A vehicle with mass of 1200kg accelerates from rest upward with an incline of 1:25 and reaches a speed of 72km/h after 2 minutes, calculate the potential energy
how high
average speed = 72/2*10^3 = 36 *1000 meters / (3600 seconds) = 10 m/s
distance up = h = 10 m/s * 120 s * (1/25) = 48 meters
PE = U = m g h = 1200 * 9.81 on earth * 48 Joules
To calculate the potential energy, we need to find the height the vehicle has gained.
First, let's convert the speed from km/h to m/s:
72 km/h = (72 * 1000) m/ (60 * 60) s = 20 m/s
Now, we can use the formula for potential energy:
Potential energy (PE) = mass (m) * gravity (g) * height (h)
Given:
mass (m) = 1200 kg
gravity (g) = 9.8 m/s^2
We need to find height (h).
The incline is given as 1:25. This means that for every 1 meter of vertical height, there is a 25-meter increase in horizontal distance.
Let's assume the vertical height gained is x meters.
Then, the horizontal distance gained will be 25x meters.

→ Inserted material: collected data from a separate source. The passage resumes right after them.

/**
 * Streams of events to listening pages. Events are read from the table by number, a few times a second while somebody
 * listens and at once after a report of this process, so that several servers on one database all hear everything, and a
 * listener that comes back with the last number it saw misses nothing and hears nothing twice.
 */
import { type BeforeApplicationShutdown, Inject, Injectable, Logger } from '@nestjs/common';
import { type ContactEvent, LIVE_BEAT, LIVE_EVENT } from '@skyberth/shared';
import type { Response } from 'express';
import { CLOCK, type ClockPort } from '../platform/clock.js';
import { DomainError } from '../platform/domain-error.js';
import { type HeardEvent, type Listening, LiveRepository } from './live.repository.js';

const LOOK_EVERY_MS = 250;
const BEAT_EVERY_MS = 15_000;
/** A stream ends after so many beats, ten minutes; the page comes back with a session that is checked anew. */
const MOST_BEATS = 40;
const MOST_AT_ONCE = 500;
const MOST_STREAMS_OF_ONE = 8;
const MOST_STREAMS = 2_000;
/** A reader this far behind is cut off and comes back by itself. */
const MOST_UNREAD_BYTES = 1_000_000;
/** What a browser waits before it comes back. */
const COME_BACK_AFTER_MS = 1_000;

interface Listener extends Listening {
  readonly personId: string;
  readonly response: Response;
  sentSeq: number;
  beats: number;
}

@Injectable()
export class LiveHub implements BeforeApplicationShutdown {
  private readonly log = new Logger('Live');
  private readonly listeners = new Set<Listener>();
  private seenSeq = 0;
  private looking: NodeJS.Timeout | undefined;
  private beating: NodeJS.Timeout | undefined;

  constructor(
    private readonly repository: LiveRepository,
    @Inject(CLOCK) private readonly clock: ClockPort,
  ) {}

  /**
   * Opens a stream that goes on after event `afterSeq`; null begins with what comes next. Throws `too-many` where this person
   * or the server has as many streams as they may.
   */
  open(what: Listening & { readonly personId: string; readonly afterSeq: number | null }, response: Response): void {
    const { personId, afterSeq, ...listening } = what;
    this.refuseTooMany(personId);
    response.status(200).set({
      'Content-Type': 'text/event-stream; charset=utf-8',
      'Cache-Control': 'no-store, no-transform',
      'X-Accel-Buffering': 'no',
      // A stream that was ended must not keep its line, or the server would wait for it when it closes.
      Connection: 'close',
    });
    response.flushHeaders();
    if (this.listeners.size === 0) this.begin();
    const listener: Listener = { ...listening, personId, response, sentSeq: afterSeq ?? this.seenSeq, beats: 0 };
    response.write(`retry: ${COME_BACK_AFTER_MS}\n\n`);
    this.beat(listener);
    this.catchUp(listener);
    this.listeners.add(listener);
    response.on('close', () => this.forget(listener));
  }

  /** Looks at once instead of at the next turn; called after something was written. */
  poke(): void {
    if (this.listeners.size > 0) this.look();
  }

  beforeApplicationShutdown(): void {
    for (const { response } of this.listeners) response.end();
    this.rest();
  }

  private refuseTooMany(personId: string): void {
    let own = 0;
    for (const listener of this.listeners) if (listener.personId === personId) own += 1;
    if (own < MOST_STREAMS_OF_ONE && this.listeners.size < MOST_STREAMS) return;
    throw new DomainError(
      'too-many',
      own < MOST_STREAMS_OF_ONE
        ? 'Too many pages are following contacts live just now. This one looks again every half minute.'
        : `You follow contacts live in ${MOST_STREAMS_OF_ONE} places already. Close one of them.`,
    );
  }

  private begin(): void {
    this.seenSeq = this.repository.lastSeq();
    this.looking = setInterval(() => this.look(), LOOK_EVERY_MS);
    this.beating = setInterval(() => {
      for (const listener of this.listeners) this.beat(listener);
    }, BEAT_EVERY_MS);
  }

  private rest(): void {
    clearInterval(this.looking);
    clearInterval(this.beating);
  }

  private forget(listener: Listener): void {
    this.listeners.delete(listener);
    if (this.listeners.size === 0) this.rest();
  }

  private look(): void {
    try {
      for (;;) {
        const events = this.repository.after(this.seenSeq, MOST_AT_ONCE);
        for (const event of events) this.tell(event);
        this.seenSeq = events.at(-1)?.seq ?? this.seenSeq;
        if (events.length < MOST_AT_ONCE) return;
      }
    } catch (error) {
      // The next turn asks for the same numbers again, so nothing is lost by a database that was busy.
      this.log.error(error instanceof Error ? (error.stack ?? error.message) : String(error));
    }
  }

  private tell(event: HeardEvent): void {
    const text = eventText(event);
    for (const listener of this.listeners) if (concerns(event, listener)) this.send(listener, event.seq, text);
  }

  private catchUp(listener: Listener): void {
    for (;;) {
      const events = this.repository.missed(listener, listener.sentSeq, MOST_AT_ONCE);
      for (const event of events) this.send(listener, event.seq, eventText(event));
      if (events.length < MOST_AT_ONCE) return;
    }
  }

  private send(listener: Listener, seq: number, text: string): void {
    if (seq <= listener.sentSeq) return;
    listener.sentSeq = seq;
    listener.response.write(text);
    if (listener.response.writableLength > MOST_UNREAD_BYTES) listener.response.destroy();
  }

  private beat(listener: Listener): void {
    listener.beats += 1;
    if (listener.beats > MOST_BEATS) {
      listener.response.end();
      return;
    }
    const serverTimeUtc = new Date(this.clock.nowMs()).toISOString();
    listener.response.write(`event: ${LIVE_BEAT}\ndata: ${JSON.stringify({ serverTimeUtc })}\n\n`);
  }
}

function concerns(event: HeardEvent, { viewer, bookingId, stationId }: Listening): boolean {
  if (bookingId !== null && event.bookingId !== bookingId) return false;
  if (stationId !== null && event.stationId !== stationId) return false;
  if (viewer.organisationKind === 'staff') return true;
  return event[viewer.organisationKind === 'operator' ? 'operatorId' : 'ownerId'] === viewer.organisationId;
}

/** JSON has no line breaks of its own, so one `data` line carries it, whatever a note holds. */
const eventText = (event: HeardEvent): string =>
  `id: ${event.seq}\nevent: ${LIVE_EVENT}\ndata: ${JSON.stringify(contactEventView(event))}\n\n`;

export function contactEventView(event: HeardEvent): ContactEvent {
  return {
    seq: event.seq,
    bookingId: event.bookingId,
    kind: event.kind,
    atUtc: new Date(event.atMs).toISOString(),
    happenedUtc: new Date(event.happenedMs).toISOString(),
    value: event.value,
    sentence: event.sentence,
    by: event.actorName ?? 'Skyberth',
  };
}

We can use the formula for acceleration on an inclined plane:
acceleration (a) = g * sin(theta)
where theta is the angle of the incline.
Given:
theta = arctan (1/25)
Now, let's find the acceleration:
a = 9.8 * sin(theta)
Finally, using the kinematic equation to find height h, with an initial velocity of 0 m/s and acceleration a over a time of 2 minutes (converted to seconds):
h = 0.5 * a * t^2
where t = 2 * 60 = 120 seconds
Now, let's calculate the potential energy using the formula:
PE = m * g * h
Substituting the values:
PE = 1200 * 9.8 * h
Now, let's calculate each step:
Step 1: Convert speed from km/h to m/s
72 km/h = 20 m/s
Step 2: Calculate the inclination angle
theta = arctan (1/25)
Step 3: Calculate the acceleration
a = 9.8 * sin(theta)
Step 4: Calculate the height gained
h = 0.5 * a * t^2 = 0.5 * a * (120^2)
Step 5: Calculate the potential energy
PE = 1200 * 9.8 * h
Now, let's compute these steps:
Step 1: 72 km/h = 20 m/s
Step 2: theta = arctan (1/25) ≈ 2.29 degrees
Step 3: a = 9.8 * sin(theta) ≈ 0.378 m/s^2
Step 4: h = 0.5 * a * (120^2) = 0.5 * 0.378 * 14400 ≈ 2721.6 m
Step 5: PE = 1200 * 9.8 * 2721.6 ≈ 31,905,984 J
Therefore, the potential energy of the vehicle is approximately 31,905,984 Joules.